Financial assistance can pay bills, but it cannot accompany an elderly person to a hospital at midnight, repair a leaking roof, collect medicines or simply provide conversation after days of isolation. Loneliness has emerged as a public issue rather than merely a private sorrow. It carries consequences for mental health, physical well-being and healthcare costs that governments can no longer afford to ignore. Kerala’s decision to create a dedicated institutional framework for elderly welfare reflects an important recognition that ageing is not solely a health or welfare issue.

It intersects with urban planning, housing, transport, technology, labour markets and community development. The emphasis on enabling older citizens to remain in their own homes for as long as possible mirrors a growing international consensus that institutional care should be the last option, not the default one. Yet policy announcements alone cannot compensate for weakening social bonds. A successful ageing strategy requires trained caregivers, regulated senior-care providers, accessible neighbourhood health services, emergency response systems and vibrant community networks. It also demands local governments that treat elderly welfare as an everyday administrative responsibility rather than an occasional welfare programme.

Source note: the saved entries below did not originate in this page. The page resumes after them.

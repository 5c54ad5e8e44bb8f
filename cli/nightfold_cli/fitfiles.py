"""Figures of fits, written to files."""

from __future__ import annotations

from argparse import ArgumentParser, ArgumentTypeError
from collections.abc import Sequence
from dataclasses import dataclass
from pathlib import Path
from typing import TYPE_CHECKING, Any

if TYPE_CHECKING:
    from matplotlib.figure import Figure

    from nightfold.fits.many import FitTable
    from nightfold.fits.result import FitResult
    from nightfold.scans.scan import Scan
    from nightfold.store import Store

_KINDS = (".png", ".svg", ".pdf")


@dataclass(frozen=True, slots=True)
class Drawn:
    """What a figure is of, beside the fit itself."""

    scan: Scan
    name: str
    observable: str
    along: str
    estimate: str | None
    relation: dict[str, Any]


def add_figure(parser: ArgumentParser) -> None:
    """Declare the options of figures."""
    parser.add_argument(
        "--figure",
        metavar="FILE",
        type=_figure_file,
        help="draw the fit into this file, NAME.png, .svg or .pdf; one a model",
    )
    parser.add_argument(
        "--estimate",
        metavar="NAME",
        help="compare, chart and map this one (default: what the model is about)",
    )


def _figure_file(text: str) -> Path:
    """Return the file to write; its kind and folder are looked at before any fit is done."""
    path = Path(text)
    if path.suffix.lower() not in _KINDS:
        raise ArgumentTypeError(f"found {text!r}, wanted a file NAME.png, NAME.svg or NAME.pdf")
    if path.is_dir() or not path.absolute().parent.is_dir():
        raise ArgumentTypeError(f"found {text!r}, wanted a file in a folder that is there")
    return path


def write_figures(
    store: Store, path: Path, fits: Sequence[tuple[str, FitResult | FitTable]], drawn: Drawn
) -> list[Path]:
    """Draw every fit and return the files: that one, or ``NAME-MODEL`` where there are several models."""
    from nightfold.figures import save_figure

    night = store.night_of([drawn.scan.first], machine=drawn.scan.machine)[0]
    written = []
    for model, outcome in fits:
        figure = _figure(model, outcome, drawn, f"{drawn.scan.machine}, night of {night}")
        place = path if len(fits) == 1 else path.with_name(f"{path.stem}-{model}{path.suffix}")
        save_figure(figure, place)
        written.append(place)
    return written


def _figure(model: str, outcome: FitResult | FitTable, drawn: Drawn, where: str) -> Figure:
    from nightfold.figures import fit_figure, slices_figure
    from nightfold.fits.principal import chosen_estimate
    from nightfold.fits.result import FitResult
    from nightfold.ledger.selecting import column_name

    under = "no background" if outcome.background == "none" else f"{outcome.background} background"
    related = " relative to reference shots" if drawn.relation["relative_to"] else ""
    detail = f"{where}; {drawn.observable}{related} along {drawn.along}, {under}"
    if not isinstance(outcome, FitResult):
        name = chosen_estimate(
            [*outcome.estimates, *outcome.derived], outcome.outcome.request, drawn.estimate
        )
        return slices_figure(outcome, estimate=name, title=f"{drawn.name}  {model}: {name}", detail=detail)
    table = drawn.scan.table(set_aside=True, observables=[drawn.observable], **drawn.relation)
    x, y = column_name(drawn.along), column_name(drawn.observable)
    aside = table["set_aside"].to_numpy(dtype=bool)
    left = table[aside]
    numeric = all(isinstance(value, int | float) for value in left[x])
    return fit_figure(
        outcome,
        title=f"{drawn.name}  {model}",
        detail=detail,
        x_name=drawn.along,
        y_name=drawn.observable + (" / reference" if related else ""),
        stderr=table[f"{y}_stderr"].to_numpy(dtype=float)[~aside],
        aside=(left[x].to_numpy(dtype=float), left[y].to_numpy(dtype=float)) if numeric else None,
    )
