"""Values of parameters and readings, as text."""

from __future__ import annotations

from collections.abc import Sequence
from typing import Any

from nightfold_cli.concise import plain
from nightfold_cli.layout import Cell


def setting(value: Any, unit: str | None = None) -> str:
    """Return a setting with its unit: ``61.25 A``, ``on`` words and texts as they are, ``-`` for none."""
    if value is None or type(value).__name__ in ("NaTType", "NAType"):
        return "-"
    if isinstance(value, bool) or type(value).__name__ in ("bool_", "bool"):
        return "true" if value else "false"
    if isinstance(value, str):
        return value
    number = plain(float(value)) if isinstance(value, float) or hasattr(value, "dtype") else str(value)
    return f"{number} {unit}" if unit else number


def aligned(values: Sequence[Any]) -> list[Cell]:
    """Return settings for one column: numbers with the same decimals on a screen, as they are in a pipe."""
    texts = [setting(value) for value in values]
    if any("e" in text or isinstance(value, str | bool) for text, value in zip(texts, values, strict=True)):
        return [Cell(text) for text in texts]
    decimals = max((len(text.partition(".")[2]) for text in texts), default=0)
    return [Cell(f"{float(value):.{decimals}f}", text) for text, value in zip(texts, values, strict=True)]
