"""Values of parameters and readings, as text."""

from __future__ import annotations

from typing import Any

from nightfold_cli.concise import plain


def setting(value: Any, unit: str | None = None) -> str:
    """Return a setting with its unit: ``61.25 A``, ``on`` words and texts as they are, ``-`` for none."""
    if value is None or type(value).__name__ in ("NaTType", "NAType"):
        return "-"
    if isinstance(value, bool) or type(value).__name__ in ("bool_", "bool"):
        return "true" if value else "false"
    if isinstance(value, str):
        return value
    number = plain(float(value)) if isinstance(value, float) or hasattr(value, "dtype") else str(value)
    return f"{number} {unit}" if unit else number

Without sustained investment and clear regulatory standards, ambitious plans risk becoming symbolic exercises. The implications extend far beyond Kerala. States such as Tamil Nadu, Himachal Pradesh, Punjab and even parts of urban Maharashtra are moving along similar demographic trajectories. Migration continues to reshape Indian families, while falling birth rates mean fewer adult children will be available to share caregiving responsibilities in the decades ahead. India’s demographic dividend, celebrated for years, is gradually giving way to the realities of demographic ageing.

The real test of a society is not how it treats its young and productive citizens, but how it supports those who have already contributed a lifetime of work. As India’s population grows older, the country’s social contract must evolve from one that assumes families will always cope to one that ensures no citizen is left to navigate old age alone. Kerala’s experiment is therefore an early glimpse of India’s future.